DIRECTIONS FOR THIS TASK:
What is needed is the whole of the data, set down exactly.

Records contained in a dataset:

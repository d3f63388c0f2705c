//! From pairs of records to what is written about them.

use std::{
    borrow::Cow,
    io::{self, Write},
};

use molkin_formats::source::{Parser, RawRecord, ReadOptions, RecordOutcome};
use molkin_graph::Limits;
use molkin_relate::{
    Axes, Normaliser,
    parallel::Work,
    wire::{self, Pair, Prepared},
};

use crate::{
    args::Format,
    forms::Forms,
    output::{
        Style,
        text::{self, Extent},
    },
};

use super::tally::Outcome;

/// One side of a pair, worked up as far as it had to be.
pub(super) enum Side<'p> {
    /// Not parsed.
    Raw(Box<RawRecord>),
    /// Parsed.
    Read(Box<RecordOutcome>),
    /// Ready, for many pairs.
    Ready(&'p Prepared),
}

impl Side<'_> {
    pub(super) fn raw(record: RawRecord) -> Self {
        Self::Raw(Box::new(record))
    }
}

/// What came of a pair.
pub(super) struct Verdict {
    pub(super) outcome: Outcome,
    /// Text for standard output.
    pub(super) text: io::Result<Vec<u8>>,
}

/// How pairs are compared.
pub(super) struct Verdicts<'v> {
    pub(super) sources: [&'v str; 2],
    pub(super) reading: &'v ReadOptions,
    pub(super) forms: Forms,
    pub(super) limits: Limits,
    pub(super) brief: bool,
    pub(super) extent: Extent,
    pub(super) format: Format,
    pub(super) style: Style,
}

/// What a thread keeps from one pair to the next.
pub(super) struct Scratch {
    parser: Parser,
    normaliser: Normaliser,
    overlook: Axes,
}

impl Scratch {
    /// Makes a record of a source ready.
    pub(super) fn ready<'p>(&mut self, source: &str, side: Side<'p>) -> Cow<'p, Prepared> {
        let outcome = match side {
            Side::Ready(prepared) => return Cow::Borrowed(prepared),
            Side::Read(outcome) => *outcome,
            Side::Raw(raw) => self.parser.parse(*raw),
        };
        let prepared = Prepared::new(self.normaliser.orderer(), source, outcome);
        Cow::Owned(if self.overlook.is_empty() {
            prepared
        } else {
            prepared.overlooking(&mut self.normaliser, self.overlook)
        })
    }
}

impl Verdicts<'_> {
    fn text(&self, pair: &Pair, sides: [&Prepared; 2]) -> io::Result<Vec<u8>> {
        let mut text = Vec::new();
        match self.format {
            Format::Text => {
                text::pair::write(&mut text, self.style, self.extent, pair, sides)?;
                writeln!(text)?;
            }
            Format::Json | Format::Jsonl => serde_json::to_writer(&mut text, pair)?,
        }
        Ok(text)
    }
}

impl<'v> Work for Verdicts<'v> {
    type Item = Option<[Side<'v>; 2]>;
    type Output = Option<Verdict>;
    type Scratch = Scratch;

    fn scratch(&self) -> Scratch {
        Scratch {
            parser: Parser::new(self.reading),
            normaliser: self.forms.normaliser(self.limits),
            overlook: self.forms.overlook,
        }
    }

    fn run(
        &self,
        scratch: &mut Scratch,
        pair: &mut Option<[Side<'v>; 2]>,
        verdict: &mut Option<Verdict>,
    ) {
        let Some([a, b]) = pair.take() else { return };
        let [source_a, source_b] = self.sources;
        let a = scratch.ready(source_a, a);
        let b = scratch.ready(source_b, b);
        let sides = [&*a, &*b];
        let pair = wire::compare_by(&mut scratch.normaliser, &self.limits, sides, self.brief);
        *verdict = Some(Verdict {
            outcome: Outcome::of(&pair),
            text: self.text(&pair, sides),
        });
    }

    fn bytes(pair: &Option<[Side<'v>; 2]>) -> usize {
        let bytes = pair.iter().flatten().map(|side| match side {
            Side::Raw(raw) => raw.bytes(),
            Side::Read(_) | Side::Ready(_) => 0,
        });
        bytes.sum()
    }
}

YOUR SOLUTION:
repository d3f63388c0f2705c
//! From pairs of records to what is written about them.

use std::{
    borrow::Cow,
    io::{self, Write},
};

use molkin_formats::source::{Parser, RawRecord, ReadOptions, RecordOutcome};
use molkin_graph::Limits;
use molkin_relate::{
    Axes, Normaliser,
    parallel::Work,
    wire::{self, Pair, Prepared},
};

use crate::{
    args::Format,
    forms::Forms,
    output::{
        Style,
        text::{self, Extent},
    },
};

use super::tally::Outcome;

/// One side of a pair, worked up as far as it had to be.
pub(super) enum Side<'p> {
    /// Not parsed.
    Raw(Box<RawRecord>),
    /// Parsed.
    Read(Box<RecordOutcome>),
    /// Ready, for many pairs.
    Ready(&'p Prepared),
}

impl Side<'_> {
    pub(super) fn raw(record: RawRecord) -> Self {
        Self::Raw(Box::new(record))
    }
}

/// What came of a pair.
pub(super) struct Verdict {
    pub(super) outcome: Outcome,
    /// Text for standard output.
    pub(super) text: io::Result<Vec<u8>>,
}

/// How pairs are compared.
pub(super) struct Verdicts<'v> {
    pub(super) sources: [&'v str; 2],
    pub(super) reading: &'v ReadOptions,
    pub(super) forms: Forms,
    pub(super) limits: Limits,
    pub(super) brief: bool,
    pub(super) extent: Extent,
    pub(super) format: Format,
    pub(super) style: Style,
}

/// What a thread keeps from one pair to the next.
pub(super) struct Scratch {
    parser: Parser,
    normaliser: Normaliser,
    overlook: Axes,
}

impl Scratch {
    /// Makes a record of a source ready.
    pub(super) fn ready<'p>(&mut self, source: &str, side: Side<'p>) -> Cow<'p, Prepared> {
        let outcome = match side {
            Side::Ready(prepared) => return Cow::Borrowed(prepared),
            Side::Read(outcome) => *outcome,
            Side::Raw(raw) => self.parser.parse(*raw),
        };
        let prepared = Prepared::new(self.normaliser.orderer(), source, outcome);
        Cow::Owned(if self.overlook.is_empty() {
            prepared
        } else {
            prepared.overlooking(&mut self.normaliser, self.overlook)
        })
    }
}

impl Verdicts<'_> {
    fn text(&self, pair: &Pair, sides: [&Prepared; 2]) -> io::Result<Vec<u8>> {
        let mut text = Vec::new();
        match self.format {
            Format::Text => {
                text::pair::write(&mut text, self.style, self.extent, pair, sides)?;
                writeln!(text)?;
            }
            Format::Json | Format::Jsonl => serde_json::to_writer(&mut text, pair)?,
        }
        Ok(text)
    }
}

impl<'v> Work for Verdicts<'v> {
    type Item = Option<[Side<'v>; 2]>;
    type Output = Option<Verdict>;
    type Scratch = Scratch;

    fn scratch(&self) -> Scratch {
        Scratch {
            parser: Parser::new(self.reading),
            normaliser: self.forms.normaliser(self.limits),
            overlook: self.forms.overlook,
        }
    }

    fn run(
        &self,
        scratch: &mut Scratch,
        pair: &mut Option<[Side<'v>; 2]>,
        verdict: &mut Option<Verdict>,
    ) {
        let Some([a, b]) = pair.take() else { return };
        let [source_a, source_b] = self.sources;
        let a = scratch.ready(source_a, a);
        let b = scratch.ready(source_b, b);
        let sides = [&*a, &*b];
        let pair = wire::compare_by(&mut scratch.normaliser, &self.limits, sides, self.brief);
        *verdict = Some(Verdict {
            outcome: Outcome::of(&pair),
            text: self.text(&pair, sides),
        });
    }

    fn bytes(pair: &Option<[Side<'v>; 2]>) -> usize {
        let bytes = pair.iter().flatten().map(|side| match side {
            Side::Raw(raw) => raw.bytes(),
            Side::Read(_) | Side::Ready(_) => 0,
        });
        bytes.sum()
    }
}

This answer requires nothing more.